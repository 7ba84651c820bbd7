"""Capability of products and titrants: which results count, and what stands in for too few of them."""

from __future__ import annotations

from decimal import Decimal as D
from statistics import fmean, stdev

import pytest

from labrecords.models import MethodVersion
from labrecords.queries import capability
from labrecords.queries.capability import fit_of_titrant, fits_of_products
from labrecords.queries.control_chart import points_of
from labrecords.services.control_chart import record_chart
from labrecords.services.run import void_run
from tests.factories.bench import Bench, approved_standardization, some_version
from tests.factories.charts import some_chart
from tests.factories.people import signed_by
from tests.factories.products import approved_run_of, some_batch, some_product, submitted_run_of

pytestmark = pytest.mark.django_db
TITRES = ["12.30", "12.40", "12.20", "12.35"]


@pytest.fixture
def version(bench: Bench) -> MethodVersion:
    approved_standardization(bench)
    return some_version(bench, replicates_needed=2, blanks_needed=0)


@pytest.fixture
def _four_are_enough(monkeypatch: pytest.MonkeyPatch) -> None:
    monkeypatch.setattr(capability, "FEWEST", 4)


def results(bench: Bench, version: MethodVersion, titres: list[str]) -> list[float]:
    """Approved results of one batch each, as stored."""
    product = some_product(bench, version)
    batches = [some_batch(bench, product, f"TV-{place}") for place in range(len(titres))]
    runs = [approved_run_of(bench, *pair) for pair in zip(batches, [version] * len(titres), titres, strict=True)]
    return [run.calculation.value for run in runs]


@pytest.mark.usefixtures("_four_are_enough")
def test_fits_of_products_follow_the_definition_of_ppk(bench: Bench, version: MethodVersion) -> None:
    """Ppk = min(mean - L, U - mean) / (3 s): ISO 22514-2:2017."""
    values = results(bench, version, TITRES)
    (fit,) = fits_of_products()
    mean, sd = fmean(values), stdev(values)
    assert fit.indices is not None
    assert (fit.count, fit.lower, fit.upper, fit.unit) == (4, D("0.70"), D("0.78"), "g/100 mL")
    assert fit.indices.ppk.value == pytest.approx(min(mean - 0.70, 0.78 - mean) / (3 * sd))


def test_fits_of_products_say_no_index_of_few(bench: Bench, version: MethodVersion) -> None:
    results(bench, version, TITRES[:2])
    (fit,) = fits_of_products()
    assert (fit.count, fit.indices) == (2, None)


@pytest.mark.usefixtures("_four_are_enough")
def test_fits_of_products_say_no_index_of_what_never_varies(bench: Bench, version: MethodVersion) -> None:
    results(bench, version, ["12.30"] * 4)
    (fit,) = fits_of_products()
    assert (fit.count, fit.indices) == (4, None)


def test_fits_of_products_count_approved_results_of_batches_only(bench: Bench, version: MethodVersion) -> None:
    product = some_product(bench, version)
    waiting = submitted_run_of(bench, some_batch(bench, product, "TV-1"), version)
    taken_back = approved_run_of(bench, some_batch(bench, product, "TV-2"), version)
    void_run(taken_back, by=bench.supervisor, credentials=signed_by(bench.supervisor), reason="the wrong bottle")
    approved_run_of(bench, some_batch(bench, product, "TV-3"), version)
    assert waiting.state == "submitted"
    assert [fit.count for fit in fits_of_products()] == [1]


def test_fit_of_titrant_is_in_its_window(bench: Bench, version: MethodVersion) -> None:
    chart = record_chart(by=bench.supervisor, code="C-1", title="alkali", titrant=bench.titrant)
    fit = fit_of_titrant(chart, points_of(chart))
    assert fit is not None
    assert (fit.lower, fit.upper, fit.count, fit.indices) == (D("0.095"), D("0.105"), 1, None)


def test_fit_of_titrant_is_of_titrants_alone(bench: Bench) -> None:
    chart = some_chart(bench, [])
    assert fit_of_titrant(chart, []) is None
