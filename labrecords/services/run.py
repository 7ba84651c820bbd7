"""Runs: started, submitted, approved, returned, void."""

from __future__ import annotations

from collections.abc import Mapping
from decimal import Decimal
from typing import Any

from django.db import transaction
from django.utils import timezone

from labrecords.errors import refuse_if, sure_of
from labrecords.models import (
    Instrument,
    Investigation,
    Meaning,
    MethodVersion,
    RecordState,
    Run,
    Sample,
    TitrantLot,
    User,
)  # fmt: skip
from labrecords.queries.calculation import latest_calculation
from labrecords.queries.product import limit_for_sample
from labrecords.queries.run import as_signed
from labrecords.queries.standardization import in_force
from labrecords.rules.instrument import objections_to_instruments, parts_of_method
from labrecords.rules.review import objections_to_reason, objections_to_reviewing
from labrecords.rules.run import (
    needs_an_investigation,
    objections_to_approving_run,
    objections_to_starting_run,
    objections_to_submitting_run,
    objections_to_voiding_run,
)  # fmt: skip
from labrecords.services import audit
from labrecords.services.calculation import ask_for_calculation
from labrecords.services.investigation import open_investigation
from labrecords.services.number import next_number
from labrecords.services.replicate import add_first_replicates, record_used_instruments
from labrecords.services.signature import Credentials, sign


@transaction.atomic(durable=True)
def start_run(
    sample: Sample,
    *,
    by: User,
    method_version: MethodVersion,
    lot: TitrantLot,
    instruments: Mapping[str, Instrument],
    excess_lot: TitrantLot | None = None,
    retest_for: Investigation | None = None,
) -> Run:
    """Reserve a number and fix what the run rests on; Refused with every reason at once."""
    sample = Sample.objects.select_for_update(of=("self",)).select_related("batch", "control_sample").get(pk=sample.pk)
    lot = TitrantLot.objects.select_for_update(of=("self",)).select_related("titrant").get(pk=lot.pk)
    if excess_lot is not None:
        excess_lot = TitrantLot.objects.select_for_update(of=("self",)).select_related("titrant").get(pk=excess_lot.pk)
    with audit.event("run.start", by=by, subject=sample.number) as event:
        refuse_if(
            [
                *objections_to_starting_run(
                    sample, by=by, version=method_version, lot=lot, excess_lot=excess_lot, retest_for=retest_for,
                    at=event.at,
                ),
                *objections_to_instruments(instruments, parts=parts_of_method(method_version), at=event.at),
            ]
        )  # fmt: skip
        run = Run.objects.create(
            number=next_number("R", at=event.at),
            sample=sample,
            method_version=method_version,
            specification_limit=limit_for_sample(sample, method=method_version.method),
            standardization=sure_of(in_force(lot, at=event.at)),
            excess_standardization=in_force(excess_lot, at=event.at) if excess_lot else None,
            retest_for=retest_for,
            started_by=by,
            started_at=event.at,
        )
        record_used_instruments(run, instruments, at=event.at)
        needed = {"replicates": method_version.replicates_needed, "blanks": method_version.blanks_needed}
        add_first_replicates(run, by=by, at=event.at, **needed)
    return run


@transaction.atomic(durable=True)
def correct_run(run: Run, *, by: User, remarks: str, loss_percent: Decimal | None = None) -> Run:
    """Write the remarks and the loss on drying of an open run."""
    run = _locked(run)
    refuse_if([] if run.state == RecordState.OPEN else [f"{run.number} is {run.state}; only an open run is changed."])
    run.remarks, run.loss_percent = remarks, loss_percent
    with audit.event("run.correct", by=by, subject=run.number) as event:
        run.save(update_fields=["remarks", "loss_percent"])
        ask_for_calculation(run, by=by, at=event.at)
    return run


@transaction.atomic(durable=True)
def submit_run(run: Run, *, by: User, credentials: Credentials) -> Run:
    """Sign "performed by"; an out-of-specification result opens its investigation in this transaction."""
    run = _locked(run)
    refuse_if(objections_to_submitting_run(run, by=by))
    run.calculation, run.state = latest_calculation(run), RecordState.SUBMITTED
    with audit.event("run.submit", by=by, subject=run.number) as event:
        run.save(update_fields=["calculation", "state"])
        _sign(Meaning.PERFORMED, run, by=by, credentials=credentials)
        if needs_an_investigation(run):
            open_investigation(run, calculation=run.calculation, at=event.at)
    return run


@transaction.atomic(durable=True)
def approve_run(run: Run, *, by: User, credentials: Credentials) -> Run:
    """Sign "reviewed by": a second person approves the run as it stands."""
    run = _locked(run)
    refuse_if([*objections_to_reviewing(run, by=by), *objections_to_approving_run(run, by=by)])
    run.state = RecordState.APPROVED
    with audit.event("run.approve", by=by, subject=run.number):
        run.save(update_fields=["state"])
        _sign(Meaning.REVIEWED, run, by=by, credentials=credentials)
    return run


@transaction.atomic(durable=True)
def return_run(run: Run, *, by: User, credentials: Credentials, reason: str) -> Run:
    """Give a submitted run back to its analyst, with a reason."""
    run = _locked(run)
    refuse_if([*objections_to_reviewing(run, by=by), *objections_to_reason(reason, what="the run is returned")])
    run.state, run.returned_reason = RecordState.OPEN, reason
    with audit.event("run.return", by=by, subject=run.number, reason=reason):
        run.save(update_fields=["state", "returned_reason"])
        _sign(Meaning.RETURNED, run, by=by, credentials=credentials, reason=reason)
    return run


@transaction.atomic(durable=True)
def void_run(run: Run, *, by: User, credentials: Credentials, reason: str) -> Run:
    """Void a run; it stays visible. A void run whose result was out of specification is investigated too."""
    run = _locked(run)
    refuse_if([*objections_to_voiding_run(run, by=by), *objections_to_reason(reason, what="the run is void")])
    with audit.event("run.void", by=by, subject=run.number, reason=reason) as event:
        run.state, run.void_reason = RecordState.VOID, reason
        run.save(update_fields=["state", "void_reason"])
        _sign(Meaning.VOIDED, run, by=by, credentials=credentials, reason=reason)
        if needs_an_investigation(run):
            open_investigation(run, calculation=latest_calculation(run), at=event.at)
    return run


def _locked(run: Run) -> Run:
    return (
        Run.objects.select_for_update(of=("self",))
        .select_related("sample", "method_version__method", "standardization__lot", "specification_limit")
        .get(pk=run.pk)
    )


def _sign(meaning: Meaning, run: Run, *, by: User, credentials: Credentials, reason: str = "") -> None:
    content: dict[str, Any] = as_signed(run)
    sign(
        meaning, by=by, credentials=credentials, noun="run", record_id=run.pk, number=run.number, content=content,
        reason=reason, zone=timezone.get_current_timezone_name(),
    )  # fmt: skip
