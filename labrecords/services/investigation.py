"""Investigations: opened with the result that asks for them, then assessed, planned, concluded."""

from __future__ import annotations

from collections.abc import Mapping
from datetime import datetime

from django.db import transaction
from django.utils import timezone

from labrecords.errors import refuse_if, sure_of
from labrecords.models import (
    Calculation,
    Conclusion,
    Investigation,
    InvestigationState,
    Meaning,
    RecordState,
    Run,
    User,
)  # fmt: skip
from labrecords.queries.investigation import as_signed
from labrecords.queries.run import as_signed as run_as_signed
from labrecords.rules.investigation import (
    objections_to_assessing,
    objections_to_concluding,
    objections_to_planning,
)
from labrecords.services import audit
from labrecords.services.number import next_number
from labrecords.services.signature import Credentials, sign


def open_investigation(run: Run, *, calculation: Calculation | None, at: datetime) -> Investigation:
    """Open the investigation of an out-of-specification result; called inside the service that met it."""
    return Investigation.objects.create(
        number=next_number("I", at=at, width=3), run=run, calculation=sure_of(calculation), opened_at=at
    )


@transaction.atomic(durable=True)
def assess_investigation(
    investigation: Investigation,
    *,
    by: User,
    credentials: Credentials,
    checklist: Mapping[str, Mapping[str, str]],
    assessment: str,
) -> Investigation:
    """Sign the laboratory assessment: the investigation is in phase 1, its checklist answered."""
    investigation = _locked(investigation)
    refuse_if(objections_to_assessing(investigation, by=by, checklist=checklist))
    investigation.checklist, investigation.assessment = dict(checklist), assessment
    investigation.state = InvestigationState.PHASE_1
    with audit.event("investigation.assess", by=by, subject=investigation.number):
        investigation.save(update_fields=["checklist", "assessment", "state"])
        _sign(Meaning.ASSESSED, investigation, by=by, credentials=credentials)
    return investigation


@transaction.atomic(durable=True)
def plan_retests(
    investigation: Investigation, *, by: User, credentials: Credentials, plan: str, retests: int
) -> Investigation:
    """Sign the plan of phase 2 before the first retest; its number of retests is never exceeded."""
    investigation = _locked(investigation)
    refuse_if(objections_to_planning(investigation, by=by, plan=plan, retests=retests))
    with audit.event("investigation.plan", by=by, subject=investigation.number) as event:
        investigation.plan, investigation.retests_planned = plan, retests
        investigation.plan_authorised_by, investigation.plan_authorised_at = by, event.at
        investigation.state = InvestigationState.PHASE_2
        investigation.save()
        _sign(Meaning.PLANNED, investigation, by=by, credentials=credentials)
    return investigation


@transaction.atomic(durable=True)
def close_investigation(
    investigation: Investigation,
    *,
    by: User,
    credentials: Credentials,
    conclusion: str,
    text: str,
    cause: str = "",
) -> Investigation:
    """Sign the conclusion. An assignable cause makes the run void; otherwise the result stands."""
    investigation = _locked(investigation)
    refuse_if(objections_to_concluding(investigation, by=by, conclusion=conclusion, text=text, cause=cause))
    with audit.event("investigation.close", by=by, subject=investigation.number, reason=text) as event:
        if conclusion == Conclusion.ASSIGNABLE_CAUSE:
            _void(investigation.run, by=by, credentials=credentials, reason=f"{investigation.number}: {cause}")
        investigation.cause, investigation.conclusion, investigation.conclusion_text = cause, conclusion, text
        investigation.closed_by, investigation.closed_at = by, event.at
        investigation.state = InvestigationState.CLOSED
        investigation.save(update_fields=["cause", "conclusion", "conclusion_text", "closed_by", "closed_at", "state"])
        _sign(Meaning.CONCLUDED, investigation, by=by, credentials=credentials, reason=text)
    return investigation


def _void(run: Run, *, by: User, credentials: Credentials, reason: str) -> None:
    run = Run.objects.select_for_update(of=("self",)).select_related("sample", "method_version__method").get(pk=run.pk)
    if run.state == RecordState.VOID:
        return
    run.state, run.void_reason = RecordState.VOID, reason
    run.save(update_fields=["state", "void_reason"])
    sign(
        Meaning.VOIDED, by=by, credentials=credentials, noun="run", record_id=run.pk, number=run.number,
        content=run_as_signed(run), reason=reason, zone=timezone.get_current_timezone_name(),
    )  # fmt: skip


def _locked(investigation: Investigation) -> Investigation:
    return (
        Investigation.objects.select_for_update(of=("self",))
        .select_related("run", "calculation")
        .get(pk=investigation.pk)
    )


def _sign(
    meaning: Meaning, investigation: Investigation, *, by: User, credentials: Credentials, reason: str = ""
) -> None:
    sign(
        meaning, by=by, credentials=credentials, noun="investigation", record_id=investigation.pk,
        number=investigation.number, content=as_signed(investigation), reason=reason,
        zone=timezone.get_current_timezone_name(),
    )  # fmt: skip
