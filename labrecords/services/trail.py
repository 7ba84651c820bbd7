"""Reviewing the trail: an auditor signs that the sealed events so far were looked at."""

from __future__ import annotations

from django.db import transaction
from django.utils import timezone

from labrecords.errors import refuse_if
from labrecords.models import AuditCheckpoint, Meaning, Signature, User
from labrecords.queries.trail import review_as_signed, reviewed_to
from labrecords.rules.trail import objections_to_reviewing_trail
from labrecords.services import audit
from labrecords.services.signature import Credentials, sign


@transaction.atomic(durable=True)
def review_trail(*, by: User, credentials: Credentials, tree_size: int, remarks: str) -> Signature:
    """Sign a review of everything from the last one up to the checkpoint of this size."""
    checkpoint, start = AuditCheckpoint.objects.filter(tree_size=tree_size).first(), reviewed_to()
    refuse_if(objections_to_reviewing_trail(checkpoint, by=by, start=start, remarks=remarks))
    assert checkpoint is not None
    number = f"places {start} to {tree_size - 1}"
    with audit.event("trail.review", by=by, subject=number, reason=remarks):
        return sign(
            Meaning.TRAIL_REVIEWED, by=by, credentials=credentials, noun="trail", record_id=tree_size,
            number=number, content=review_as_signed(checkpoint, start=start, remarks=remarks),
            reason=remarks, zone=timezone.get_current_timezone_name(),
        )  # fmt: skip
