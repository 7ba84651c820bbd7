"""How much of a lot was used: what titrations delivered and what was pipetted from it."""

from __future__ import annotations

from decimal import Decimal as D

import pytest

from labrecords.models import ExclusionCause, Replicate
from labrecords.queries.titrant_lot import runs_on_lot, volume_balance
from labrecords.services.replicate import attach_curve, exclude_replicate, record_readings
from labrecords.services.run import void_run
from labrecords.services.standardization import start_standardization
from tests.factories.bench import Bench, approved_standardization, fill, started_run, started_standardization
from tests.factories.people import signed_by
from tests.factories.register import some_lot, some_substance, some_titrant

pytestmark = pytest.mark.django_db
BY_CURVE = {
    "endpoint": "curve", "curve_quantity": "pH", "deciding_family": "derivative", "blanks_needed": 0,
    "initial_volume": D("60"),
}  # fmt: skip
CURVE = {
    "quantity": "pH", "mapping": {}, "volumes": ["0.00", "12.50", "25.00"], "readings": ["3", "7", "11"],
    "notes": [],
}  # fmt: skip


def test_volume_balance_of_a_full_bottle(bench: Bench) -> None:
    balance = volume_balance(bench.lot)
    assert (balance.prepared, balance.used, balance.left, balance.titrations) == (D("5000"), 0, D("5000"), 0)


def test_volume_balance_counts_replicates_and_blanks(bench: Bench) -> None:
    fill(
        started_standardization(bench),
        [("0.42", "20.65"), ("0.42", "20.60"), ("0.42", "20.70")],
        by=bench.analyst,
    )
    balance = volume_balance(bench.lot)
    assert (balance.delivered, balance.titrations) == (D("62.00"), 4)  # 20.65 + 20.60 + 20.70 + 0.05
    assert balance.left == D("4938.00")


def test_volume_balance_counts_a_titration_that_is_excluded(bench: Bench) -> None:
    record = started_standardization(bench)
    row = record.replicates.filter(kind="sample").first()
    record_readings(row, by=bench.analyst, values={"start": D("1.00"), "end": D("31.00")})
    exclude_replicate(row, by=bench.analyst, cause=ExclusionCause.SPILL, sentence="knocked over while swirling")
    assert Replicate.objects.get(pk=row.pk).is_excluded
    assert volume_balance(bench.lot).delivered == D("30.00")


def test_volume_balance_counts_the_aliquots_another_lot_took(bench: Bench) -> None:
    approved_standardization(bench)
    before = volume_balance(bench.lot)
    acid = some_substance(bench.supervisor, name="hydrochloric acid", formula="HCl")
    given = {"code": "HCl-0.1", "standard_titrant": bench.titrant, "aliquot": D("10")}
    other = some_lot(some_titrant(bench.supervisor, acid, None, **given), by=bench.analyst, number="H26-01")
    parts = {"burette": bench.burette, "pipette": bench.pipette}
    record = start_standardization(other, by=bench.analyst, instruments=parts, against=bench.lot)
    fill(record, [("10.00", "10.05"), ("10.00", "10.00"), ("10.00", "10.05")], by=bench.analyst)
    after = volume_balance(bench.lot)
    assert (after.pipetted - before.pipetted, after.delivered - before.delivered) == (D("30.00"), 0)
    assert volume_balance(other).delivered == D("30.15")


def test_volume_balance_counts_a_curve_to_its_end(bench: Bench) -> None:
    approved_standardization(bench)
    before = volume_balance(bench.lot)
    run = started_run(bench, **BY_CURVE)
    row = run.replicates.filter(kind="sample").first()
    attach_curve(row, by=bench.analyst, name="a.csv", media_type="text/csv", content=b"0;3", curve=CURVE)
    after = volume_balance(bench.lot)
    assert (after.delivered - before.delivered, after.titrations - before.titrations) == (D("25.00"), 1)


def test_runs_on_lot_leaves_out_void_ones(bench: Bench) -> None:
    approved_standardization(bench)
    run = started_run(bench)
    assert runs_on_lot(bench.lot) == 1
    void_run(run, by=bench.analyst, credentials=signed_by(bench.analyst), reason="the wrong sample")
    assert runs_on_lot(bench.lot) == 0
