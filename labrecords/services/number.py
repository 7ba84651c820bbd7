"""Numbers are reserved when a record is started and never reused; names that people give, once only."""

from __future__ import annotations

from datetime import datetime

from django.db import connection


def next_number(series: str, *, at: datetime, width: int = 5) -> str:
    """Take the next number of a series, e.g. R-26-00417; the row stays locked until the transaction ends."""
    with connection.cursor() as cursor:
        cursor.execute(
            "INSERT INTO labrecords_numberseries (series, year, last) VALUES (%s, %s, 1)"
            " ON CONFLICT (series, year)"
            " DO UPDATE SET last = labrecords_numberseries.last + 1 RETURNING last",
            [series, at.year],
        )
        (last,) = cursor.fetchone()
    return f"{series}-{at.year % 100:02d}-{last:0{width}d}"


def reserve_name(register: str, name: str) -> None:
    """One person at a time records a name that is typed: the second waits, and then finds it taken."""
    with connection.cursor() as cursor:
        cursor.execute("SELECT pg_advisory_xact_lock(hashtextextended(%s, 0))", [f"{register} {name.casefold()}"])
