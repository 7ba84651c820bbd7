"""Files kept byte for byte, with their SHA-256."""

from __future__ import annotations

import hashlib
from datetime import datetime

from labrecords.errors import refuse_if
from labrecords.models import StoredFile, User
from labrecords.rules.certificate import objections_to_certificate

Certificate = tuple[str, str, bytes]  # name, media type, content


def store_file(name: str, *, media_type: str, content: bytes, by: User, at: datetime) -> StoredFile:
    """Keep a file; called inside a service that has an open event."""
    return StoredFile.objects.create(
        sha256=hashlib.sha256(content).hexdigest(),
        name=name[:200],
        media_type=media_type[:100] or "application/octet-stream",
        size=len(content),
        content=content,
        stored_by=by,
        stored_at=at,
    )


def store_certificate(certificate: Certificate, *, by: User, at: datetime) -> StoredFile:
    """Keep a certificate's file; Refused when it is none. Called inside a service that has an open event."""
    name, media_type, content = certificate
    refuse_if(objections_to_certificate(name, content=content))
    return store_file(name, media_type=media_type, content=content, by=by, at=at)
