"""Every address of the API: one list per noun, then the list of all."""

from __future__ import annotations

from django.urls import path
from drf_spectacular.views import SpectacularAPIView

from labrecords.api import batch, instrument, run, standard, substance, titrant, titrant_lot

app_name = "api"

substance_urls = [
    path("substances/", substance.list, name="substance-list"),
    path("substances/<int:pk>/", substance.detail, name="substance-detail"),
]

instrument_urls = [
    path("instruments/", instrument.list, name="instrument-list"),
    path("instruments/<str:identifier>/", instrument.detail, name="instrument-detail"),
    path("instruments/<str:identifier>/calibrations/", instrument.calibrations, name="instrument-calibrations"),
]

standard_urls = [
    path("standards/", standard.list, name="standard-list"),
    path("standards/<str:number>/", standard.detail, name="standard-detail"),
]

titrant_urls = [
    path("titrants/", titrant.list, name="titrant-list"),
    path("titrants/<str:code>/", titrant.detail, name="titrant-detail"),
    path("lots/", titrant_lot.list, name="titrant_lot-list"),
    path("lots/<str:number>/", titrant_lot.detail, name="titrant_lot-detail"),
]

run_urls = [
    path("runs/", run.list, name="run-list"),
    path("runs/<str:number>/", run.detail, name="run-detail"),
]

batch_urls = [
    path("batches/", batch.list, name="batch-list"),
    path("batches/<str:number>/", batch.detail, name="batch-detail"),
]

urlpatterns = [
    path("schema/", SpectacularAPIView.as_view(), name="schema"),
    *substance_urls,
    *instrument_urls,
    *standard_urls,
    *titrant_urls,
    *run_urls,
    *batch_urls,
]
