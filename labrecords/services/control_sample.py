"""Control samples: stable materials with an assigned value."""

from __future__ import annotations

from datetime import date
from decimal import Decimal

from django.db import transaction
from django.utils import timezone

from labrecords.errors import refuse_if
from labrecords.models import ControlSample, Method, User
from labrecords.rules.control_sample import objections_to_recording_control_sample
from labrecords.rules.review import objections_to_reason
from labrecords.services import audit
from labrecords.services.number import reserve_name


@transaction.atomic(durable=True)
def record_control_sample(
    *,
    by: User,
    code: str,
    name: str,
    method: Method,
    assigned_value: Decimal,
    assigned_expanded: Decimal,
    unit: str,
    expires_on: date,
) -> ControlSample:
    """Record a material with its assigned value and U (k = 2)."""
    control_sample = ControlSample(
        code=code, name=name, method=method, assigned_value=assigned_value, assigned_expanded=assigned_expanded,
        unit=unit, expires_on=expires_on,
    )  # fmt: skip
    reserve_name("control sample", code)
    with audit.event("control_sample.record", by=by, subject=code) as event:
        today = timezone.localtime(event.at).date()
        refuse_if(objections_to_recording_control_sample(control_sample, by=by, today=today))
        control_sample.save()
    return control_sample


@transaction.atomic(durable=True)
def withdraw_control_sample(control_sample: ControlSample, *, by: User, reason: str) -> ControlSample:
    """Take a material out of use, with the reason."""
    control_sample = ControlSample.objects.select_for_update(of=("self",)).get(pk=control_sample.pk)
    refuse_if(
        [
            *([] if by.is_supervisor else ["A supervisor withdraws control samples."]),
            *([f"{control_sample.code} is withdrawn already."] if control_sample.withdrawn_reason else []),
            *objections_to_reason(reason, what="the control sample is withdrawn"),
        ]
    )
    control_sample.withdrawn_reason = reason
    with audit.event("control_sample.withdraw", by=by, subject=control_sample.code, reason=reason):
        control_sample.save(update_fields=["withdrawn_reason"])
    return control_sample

------------

*BRIEF*. In the material above, find each line that has the string "indices" and return it.

*OUTPUT*.
    assert fit.indices is not None
    assert fit.indices.ppk.value == pytest.approx(min(mean - 0.70, 0.78 - mean) / (3 * sd))
    assert (fit.count, fit.indices) == (2, None)
    assert (fit.count, fit.indices) == (4, None)
    assert (fit.lower, fit.upper, fit.count, fit.indices) == (D("0.095"), D("0.105"), 1, None)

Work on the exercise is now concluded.